Stored items:
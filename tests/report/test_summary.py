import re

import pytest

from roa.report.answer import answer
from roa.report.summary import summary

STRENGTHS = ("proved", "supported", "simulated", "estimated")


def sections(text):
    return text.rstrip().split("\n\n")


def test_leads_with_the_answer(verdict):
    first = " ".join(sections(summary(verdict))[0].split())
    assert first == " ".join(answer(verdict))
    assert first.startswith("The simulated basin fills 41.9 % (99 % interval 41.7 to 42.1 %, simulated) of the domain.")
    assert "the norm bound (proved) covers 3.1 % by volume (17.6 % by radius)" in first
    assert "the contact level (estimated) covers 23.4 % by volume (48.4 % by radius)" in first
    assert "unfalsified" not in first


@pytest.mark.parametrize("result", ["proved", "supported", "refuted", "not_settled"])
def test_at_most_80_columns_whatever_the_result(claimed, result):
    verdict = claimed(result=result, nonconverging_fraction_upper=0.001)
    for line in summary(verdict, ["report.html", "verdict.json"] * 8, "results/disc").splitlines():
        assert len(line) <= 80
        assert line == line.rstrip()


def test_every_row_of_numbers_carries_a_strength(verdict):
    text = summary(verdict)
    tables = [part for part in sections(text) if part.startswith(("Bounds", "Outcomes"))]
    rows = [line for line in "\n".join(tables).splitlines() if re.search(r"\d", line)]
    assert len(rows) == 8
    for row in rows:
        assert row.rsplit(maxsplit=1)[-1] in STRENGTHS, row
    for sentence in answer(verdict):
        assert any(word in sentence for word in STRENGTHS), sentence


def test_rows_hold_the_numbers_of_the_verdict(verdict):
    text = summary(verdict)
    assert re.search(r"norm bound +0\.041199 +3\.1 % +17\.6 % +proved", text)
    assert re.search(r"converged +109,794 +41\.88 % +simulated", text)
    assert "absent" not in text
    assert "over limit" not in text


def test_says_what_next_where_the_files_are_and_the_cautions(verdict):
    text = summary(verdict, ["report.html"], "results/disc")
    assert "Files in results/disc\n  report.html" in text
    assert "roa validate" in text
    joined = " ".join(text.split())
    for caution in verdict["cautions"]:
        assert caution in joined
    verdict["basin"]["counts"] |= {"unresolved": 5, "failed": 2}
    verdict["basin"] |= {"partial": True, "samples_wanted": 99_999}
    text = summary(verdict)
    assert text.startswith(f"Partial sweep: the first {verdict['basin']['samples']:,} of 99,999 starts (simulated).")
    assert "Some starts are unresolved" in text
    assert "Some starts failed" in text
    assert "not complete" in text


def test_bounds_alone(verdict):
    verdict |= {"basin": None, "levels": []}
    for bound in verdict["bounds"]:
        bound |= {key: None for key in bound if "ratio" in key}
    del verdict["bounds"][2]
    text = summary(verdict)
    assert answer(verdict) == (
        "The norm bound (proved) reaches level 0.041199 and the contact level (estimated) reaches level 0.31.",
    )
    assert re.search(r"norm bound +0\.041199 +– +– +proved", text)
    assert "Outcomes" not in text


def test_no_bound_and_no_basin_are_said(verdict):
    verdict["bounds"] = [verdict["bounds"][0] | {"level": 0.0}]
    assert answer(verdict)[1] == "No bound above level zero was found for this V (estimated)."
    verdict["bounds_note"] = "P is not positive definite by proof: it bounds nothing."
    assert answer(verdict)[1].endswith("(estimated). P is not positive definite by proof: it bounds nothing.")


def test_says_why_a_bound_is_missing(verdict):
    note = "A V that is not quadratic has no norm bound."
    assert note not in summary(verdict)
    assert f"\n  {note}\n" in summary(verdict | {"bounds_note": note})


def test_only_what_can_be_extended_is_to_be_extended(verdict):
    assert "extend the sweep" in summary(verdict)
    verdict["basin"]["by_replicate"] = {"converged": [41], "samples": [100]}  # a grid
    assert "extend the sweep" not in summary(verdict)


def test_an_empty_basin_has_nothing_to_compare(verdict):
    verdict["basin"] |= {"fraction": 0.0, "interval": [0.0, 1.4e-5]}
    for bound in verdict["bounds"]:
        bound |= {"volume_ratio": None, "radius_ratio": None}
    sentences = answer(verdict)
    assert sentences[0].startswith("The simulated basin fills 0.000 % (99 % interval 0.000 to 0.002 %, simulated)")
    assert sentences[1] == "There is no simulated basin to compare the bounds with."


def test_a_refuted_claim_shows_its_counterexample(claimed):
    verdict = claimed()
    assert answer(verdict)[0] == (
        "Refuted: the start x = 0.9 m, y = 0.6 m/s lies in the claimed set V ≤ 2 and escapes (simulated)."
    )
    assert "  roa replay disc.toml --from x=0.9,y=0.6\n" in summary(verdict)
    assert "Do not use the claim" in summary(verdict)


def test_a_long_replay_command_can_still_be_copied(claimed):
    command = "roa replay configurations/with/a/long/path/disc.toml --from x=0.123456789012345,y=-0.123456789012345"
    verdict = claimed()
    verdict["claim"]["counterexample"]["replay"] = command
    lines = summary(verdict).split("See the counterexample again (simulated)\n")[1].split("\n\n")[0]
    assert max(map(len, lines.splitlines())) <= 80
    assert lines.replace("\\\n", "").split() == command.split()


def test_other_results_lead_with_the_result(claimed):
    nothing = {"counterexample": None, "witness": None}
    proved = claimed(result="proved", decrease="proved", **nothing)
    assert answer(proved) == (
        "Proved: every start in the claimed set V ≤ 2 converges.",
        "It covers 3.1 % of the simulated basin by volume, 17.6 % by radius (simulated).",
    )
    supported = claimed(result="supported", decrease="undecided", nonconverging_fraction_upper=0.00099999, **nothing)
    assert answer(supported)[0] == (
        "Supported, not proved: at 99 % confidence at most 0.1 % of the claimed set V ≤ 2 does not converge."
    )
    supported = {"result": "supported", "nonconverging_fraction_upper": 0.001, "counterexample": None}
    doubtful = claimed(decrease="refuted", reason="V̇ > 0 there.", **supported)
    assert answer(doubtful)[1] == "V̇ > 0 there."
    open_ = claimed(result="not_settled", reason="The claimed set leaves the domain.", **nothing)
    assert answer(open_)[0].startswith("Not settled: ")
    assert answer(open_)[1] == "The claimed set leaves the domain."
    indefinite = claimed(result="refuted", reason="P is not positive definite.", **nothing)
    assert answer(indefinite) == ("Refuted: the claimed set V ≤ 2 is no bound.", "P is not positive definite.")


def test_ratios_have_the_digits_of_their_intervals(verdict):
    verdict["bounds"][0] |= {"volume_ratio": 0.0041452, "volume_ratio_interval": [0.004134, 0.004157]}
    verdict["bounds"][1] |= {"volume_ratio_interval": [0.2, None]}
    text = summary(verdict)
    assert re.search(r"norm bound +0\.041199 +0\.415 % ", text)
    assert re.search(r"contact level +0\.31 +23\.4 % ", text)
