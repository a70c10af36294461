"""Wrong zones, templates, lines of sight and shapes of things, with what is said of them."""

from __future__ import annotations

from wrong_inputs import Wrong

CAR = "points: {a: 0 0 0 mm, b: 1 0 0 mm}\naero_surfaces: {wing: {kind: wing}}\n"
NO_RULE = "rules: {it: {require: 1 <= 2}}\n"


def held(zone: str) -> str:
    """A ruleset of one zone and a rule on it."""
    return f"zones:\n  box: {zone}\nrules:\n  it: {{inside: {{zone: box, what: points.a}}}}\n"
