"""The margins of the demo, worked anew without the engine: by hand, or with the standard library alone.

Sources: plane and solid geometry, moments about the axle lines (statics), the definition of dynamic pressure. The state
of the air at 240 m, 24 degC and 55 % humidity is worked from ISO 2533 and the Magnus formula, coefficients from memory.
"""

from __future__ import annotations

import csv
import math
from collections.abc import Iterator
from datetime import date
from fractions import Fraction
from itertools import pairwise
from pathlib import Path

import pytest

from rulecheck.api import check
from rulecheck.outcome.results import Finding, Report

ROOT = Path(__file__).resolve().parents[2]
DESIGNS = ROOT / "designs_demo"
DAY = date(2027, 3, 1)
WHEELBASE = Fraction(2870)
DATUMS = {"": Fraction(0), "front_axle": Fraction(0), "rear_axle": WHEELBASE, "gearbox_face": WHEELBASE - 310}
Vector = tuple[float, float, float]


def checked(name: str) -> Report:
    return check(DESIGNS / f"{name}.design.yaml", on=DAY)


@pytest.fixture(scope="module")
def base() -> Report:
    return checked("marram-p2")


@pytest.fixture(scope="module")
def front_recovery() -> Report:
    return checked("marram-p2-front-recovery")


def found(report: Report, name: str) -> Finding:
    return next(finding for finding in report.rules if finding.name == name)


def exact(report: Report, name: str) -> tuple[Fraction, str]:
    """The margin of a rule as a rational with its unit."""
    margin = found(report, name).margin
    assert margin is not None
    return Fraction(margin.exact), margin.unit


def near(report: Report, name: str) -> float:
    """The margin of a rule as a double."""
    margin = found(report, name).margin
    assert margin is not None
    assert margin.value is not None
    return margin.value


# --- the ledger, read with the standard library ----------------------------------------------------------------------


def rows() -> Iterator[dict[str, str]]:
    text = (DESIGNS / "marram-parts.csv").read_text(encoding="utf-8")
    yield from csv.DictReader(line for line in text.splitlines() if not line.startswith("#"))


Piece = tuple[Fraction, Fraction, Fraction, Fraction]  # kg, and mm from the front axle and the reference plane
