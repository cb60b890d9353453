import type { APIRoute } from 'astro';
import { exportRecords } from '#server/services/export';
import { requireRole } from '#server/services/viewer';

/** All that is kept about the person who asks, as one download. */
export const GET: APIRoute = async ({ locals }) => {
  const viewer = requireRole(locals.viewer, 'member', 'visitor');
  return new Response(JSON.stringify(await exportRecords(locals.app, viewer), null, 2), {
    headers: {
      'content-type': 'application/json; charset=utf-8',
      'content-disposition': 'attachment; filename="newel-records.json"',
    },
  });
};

■ **Problem statement**
Look through the records and copy down every line that holds "covers".

■ **Answer below**
    assert "the norm bound (proved) covers 3.1 % by volume (17.6 % by radius)" in first
    assert "the contact level (estimated) covers 23.4 % by volume (48.4 % by radius)" in first
        "It covers 3.1 % of the simulated basin by volume, 17.6 % by radius (simulated).",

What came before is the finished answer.